● Aim of the task: The entries shown below should be output exactly as they appear.
--- Excerpted records Enclosed Below ---
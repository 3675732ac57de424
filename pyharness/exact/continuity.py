"""Stage 5: does each sample follow from the one before, and is it to be used, all checks considered?"""

from __future__ import annotations

from pyharness.exact.ballot import vote
from pyharness.exact.constants import (
    MRD_S_BLANKED,
    MRD_S_FIELD_IMPLAUSIBLE,
    MRD_S_GYRO_FROZEN,
    MRD_S_MAG_DEAD_AXIS,
    MRD_S_MAG_FROZEN,
    MRD_S_MAG_JUMP,
    MRD_S_MAG_NOISY,
    MRD_S_MAG_RANGE,
    MRD_S_SAMPLE_MISSING,
    MRD_S_SAMPLE_OFF_TIME,
)
from pyharness.exact.num import INT16_MAX, UINT16_MAX, WRAP, Record, Vector, bit, clamp, count, flag, square
from pyharness.exact.plausibility import NO_NORM
from pyharness.exact.ranges import check, check3

_MISSING = 1 << MRD_S_SAMPLE_MISSING
_UNSTEADY = 1 << MRD_S_BLANKED | 1 << MRD_S_SAMPLE_OFF_TIME  # a sample whose norm may be that of a coil
_REJECTED = _MISSING | 1 << MRD_S_MAG_RANGE | 1 << MRD_S_SAMPLE_OFF_TIME | 1 << MRD_S_BLANKED
_WAIVABLE = (
    1 << MRD_S_FIELD_IMPLAUSIBLE
    | 1 << MRD_S_MAG_FROZEN
    | 1 << MRD_S_MAG_DEAD_AXIS
    | 1 << MRD_S_MAG_NOISY
)
_JUMP = 1 << MRD_S_MAG_JUMP


def counts(state: Record, config: Record, inputs: Record, status: int) -> tuple[Vector, Record, int]:
    """How long each magnetometer count has stood still.

    Returns the counters, what the state keeps, and the status bits.
    """
    if status & _MISSING:
        return (0, 0, 0), {}, 0
    known, raw, last = state["mag_known"], inputs["mag_raw"], state["mag_raw"]
    same_x, same_y, same_z = state["mag_same"]
    same = (
        count(same_x, UINT16_MAX) if known and raw[0] == last[0] else 0,
        count(same_y, UINT16_MAX) if known and raw[1] == last[1] else 0,
        count(same_z, UINT16_MAX) if known and raw[2] == last[2] else 0,
    )
    frozen = config["frozen_limit"] != 0 and min(same) >= config["frozen_limit"]
    dead = not frozen and config["dead_limit"] != 0 and max(same) >= config["dead_limit"]
    kept = {"mag_raw": raw, "mag_known": 1, "mag_same": same}
    return same, kept, bit(frozen, MRD_S_MAG_FROZEN) | bit(dead, MRD_S_MAG_DEAD_AXIS)


def jump(state: Record, config: Record, field: Vector, sample_us: int, status: int) -> tuple[int, Record, int]:
    """Squared change from the last trusted sample, where that is recent.

    Returns it, what the state keeps, and the status bits.
    """
    if status & NO_NORM or not state["field_valid"]:
        return 0, {}, 0
    elapsed = check("continuity.elapsed", (sample_us - state["sample_us"]) % WRAP)
    if elapsed > config["period_us"] + config["period_us"] // 2:
        return 0, {}, 0
    x, y, z = field
    px, py, pz = state["field"]
    dx, dy, dz = check3("continuity.difference", (x - px, y - py, z - pz))
    jump_sq = check(
        "continuity.jump_sq",
        square(clamp(dx, INT16_MAX)) + square(clamp(dy, INT16_MAX)) + square(clamp(dz, INT16_MAX)))
    jumped = jump_sq > config["jump_max_sq"]
    return jump_sq, {"jumping": vote(state["jumping"], jumped)}, bit(jumped, MRD_S_MAG_JUMP)


def noise(state: Record, config: Record, norm: int, status: int) -> tuple[int, Record, int]:
    """Change of the norm, which does not turn with the body.

    Returns the change, what the state keeps, and the status bits.
    """
    change, kept = 0, {"norm_known": 0}
    ballot = state["noise"]
    if not status & (NO_NORM | _UNSTEADY):
        kept = {"norm": norm, "norm_known": 1}
        if state["norm_known"]:
            change = check("continuity.norm_change", abs(norm - state["norm"]))
            ballot = vote(ballot, change > config["noise_limit"])
    return change, {**kept, "noise": ballot}, bit(ballot["tripped"], MRD_S_MAG_NOISY)


def gyro_counts(state: Record, config: Record, inputs: Record) -> tuple[int, Record, int]:
    """How long all gyro counts have stood still.

    Returns the counter, what the state keeps, and the status bits.
    """
    if not (config["gyro_fitted"] and inputs["gyro_valid"]):
        return 0, {}, 0
    still = state["gyro_known"] and inputs["gyro_raw"] == state["gyro_raw"]
    same = count(state["gyro_same"], UINT16_MAX) if still else 0
    frozen = config["gyro_frozen_limit"] != 0 and same >= config["gyro_frozen_limit"]
    kept = {"gyro_raw": inputs["gyro_raw"], "gyro_known": 1, "gyro_same": same}
    return same, kept, bit(frozen, MRD_S_GYRO_FROZEN)


def follow_on(
    state: Record, config: Record, inputs: Record, field: Vector, norm: int, status: int,
) -> tuple[Record, Record, int]:
    """All four checks. Returns the trace's part, what the state keeps, and the status bits of this stage."""
    same, mag_kept, raised = counts(state, config, inputs, status)
    jump_sq, jump_kept, jumped = jump(state, config, field, inputs["sample_us"], status)
    norm_change, norm_kept, noisy = noise(state, config, norm, status)
    gyro_same, gyro_kept, frozen = gyro_counts(state, config, inputs)
    trace = {
        "same": check3("continuity.same", same),
        "jump_sq": jump_sq,
        "norm_change": norm_change,
        "gyro_same": check("continuity.gyro_same", gyro_same),
    }
    return trace, {**mag_kept, **jump_kept, **norm_kept, **gyro_kept}, raised | jumped | noisy | frozen


def trust(status: int, jumping: int, waive: int) -> int:
    """Whether the sample is used, by the status bits of the first five stages; `jumping`: jumps are taken for a fast tumble."""
    if waive:
        return flag(not status & _REJECTED)
    in_flight = _REJECTED | _WAIVABLE
    return flag(not status & (in_flight if jumping else in_flight | _JUMP))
--- End of Enclosed Excerpted records ---
● Problem solution:
repository 3675732ac57de424
filename pyharness/exact/continuity.py
"""Stage 5: does each sample follow from the one before, and is it to be used, all checks considered?"""

from __future__ import annotations

from pyharness.exact.ballot import vote
from pyharness.exact.constants import (
    MRD_S_BLANKED,
    MRD_S_FIELD_IMPLAUSIBLE,
    MRD_S_GYRO_FROZEN,
    MRD_S_MAG_DEAD_AXIS,
    MRD_S_MAG_FROZEN,
    MRD_S_MAG_JUMP,
    MRD_S_MAG_NOISY,
    MRD_S_MAG_RANGE,
    MRD_S_SAMPLE_MISSING,
    MRD_S_SAMPLE_OFF_TIME,
)
from pyharness.exact.num import INT16_MAX, UINT16_MAX, WRAP, Record, Vector, bit, clamp, count, flag, square
from pyharness.exact.plausibility import NO_NORM
from pyharness.exact.ranges import check, check3

_MISSING = 1 << MRD_S_SAMPLE_MISSING
_UNSTEADY = 1 << MRD_S_BLANKED | 1 << MRD_S_SAMPLE_OFF_TIME  # a sample whose norm may be that of a coil
_REJECTED = _MISSING | 1 << MRD_S_MAG_RANGE | 1 << MRD_S_SAMPLE_OFF_TIME | 1 << MRD_S_BLANKED
_WAIVABLE = (
    1 << MRD_S_FIELD_IMPLAUSIBLE
    | 1 << MRD_S_MAG_FROZEN
    | 1 << MRD_S_MAG_DEAD_AXIS
    | 1 << MRD_S_MAG_NOISY
)
_JUMP = 1 << MRD_S_MAG_JUMP


def counts(state: Record, config: Record, inputs: Record, status: int) -> tuple[Vector, Record, int]:
    """How long each magnetometer count has stood still.

    Returns the counters, what the state keeps, and the status bits.
    """
    if status & _MISSING:
        return (0, 0, 0), {}, 0
    known, raw, last = state["mag_known"], inputs["mag_raw"], state["mag_raw"]
    same_x, same_y, same_z = state["mag_same"]
    same = (
        count(same_x, UINT16_MAX) if known and raw[0] == last[0] else 0,
        count(same_y, UINT16_MAX) if known and raw[1] == last[1] else 0,
        count(same_z, UINT16_MAX) if known and raw[2] == last[2] else 0,
    )
    frozen = config["frozen_limit"] != 0 and min(same) >= config["frozen_limit"]
    dead = not frozen and config["dead_limit"] != 0 and max(same) >= config["dead_limit"]
    kept = {"mag_raw": raw, "mag_known": 1, "mag_same": same}
    return same, kept, bit(frozen, MRD_S_MAG_FROZEN) | bit(dead, MRD_S_MAG_DEAD_AXIS)


def jump(state: Record, config: Record, field: Vector, sample_us: int, status: int) -> tuple[int, Record, int]:
    """Squared change from the last trusted sample, where that is recent.

    Returns it, what the state keeps, and the status bits.
    """
    if status & NO_NORM or not state["field_valid"]:
        return 0, {}, 0
    elapsed = check("continuity.elapsed", (sample_us - state["sample_us"]) % WRAP)
    if elapsed > config["period_us"] + config["period_us"] // 2:
        return 0, {}, 0
    x, y, z = field
    px, py, pz = state["field"]
    dx, dy, dz = check3("continuity.difference", (x - px, y - py, z - pz))
    jump_sq = check(
        "continuity.jump_sq",
        square(clamp(dx, INT16_MAX)) + square(clamp(dy, INT16_MAX)) + square(clamp(dz, INT16_MAX)))
    jumped = jump_sq > config["jump_max_sq"]
    return jump_sq, {"jumping": vote(state["jumping"], jumped)}, bit(jumped, MRD_S_MAG_JUMP)


def noise(state: Record, config: Record, norm: int, status: int) -> tuple[int, Record, int]:
    """Change of the norm, which does not turn with the body.

    Returns the change, what the state keeps, and the status bits.
    """
    change, kept = 0, {"norm_known": 0}
    ballot = state["noise"]
    if not status & (NO_NORM | _UNSTEADY):
        kept = {"norm": norm, "norm_known": 1}
        if state["norm_known"]:
            change = check("continuity.norm_change", abs(norm - state["norm"]))
            ballot = vote(ballot, change > config["noise_limit"])
    return change, {**kept, "noise": ballot}, bit(ballot["tripped"], MRD_S_MAG_NOISY)


def gyro_counts(state: Record, config: Record, inputs: Record) -> tuple[int, Record, int]:
    """How long all gyro counts have stood still.

    Returns the counter, what the state keeps, and the status bits.
    """
    if not (config["gyro_fitted"] and inputs["gyro_valid"]):
        return 0, {}, 0
    still = state["gyro_known"] and inputs["gyro_raw"] == state["gyro_raw"]
    same = count(state["gyro_same"], UINT16_MAX) if still else 0
    frozen = config["gyro_frozen_limit"] != 0 and same >= config["gyro_frozen_limit"]
    kept = {"gyro_raw": inputs["gyro_raw"], "gyro_known": 1, "gyro_same": same}
    return same, kept, bit(frozen, MRD_S_GYRO_FROZEN)


def follow_on(
    state: Record, config: Record, inputs: Record, field: Vector, norm: int, status: int,
) -> tuple[Record, Record, int]:
    """All four checks. Returns the trace's part, what the state keeps, and the status bits of this stage."""
    same, mag_kept, raised = counts(state, config, inputs, status)
    jump_sq, jump_kept, jumped = jump(state, config, field, inputs["sample_us"], status)
    norm_change, norm_kept, noisy = noise(state, config, norm, status)
    gyro_same, gyro_kept, frozen = gyro_counts(state, config, inputs)
    trace = {
        "same": check3("continuity.same", same),
        "jump_sq": jump_sq,
        "norm_change": norm_change,
        "gyro_same": check("continuity.gyro_same", gyro_same),
    }
    return trace, {**mag_kept, **jump_kept, **norm_kept, **gyro_kept}, raised | jumped | noisy | frozen


def trust(status: int, jumping: int, waive: int) -> int:
    """Whether the sample is used, by the status bits of the first five stages; `jumping`: jumps are taken for a fast tumble."""
    if waive:
        return flag(not status & _REJECTED)
    in_flight = _REJECTED | _WAIVABLE
    return flag(not status & (in_flight if jumping else in_flight | _JUMP))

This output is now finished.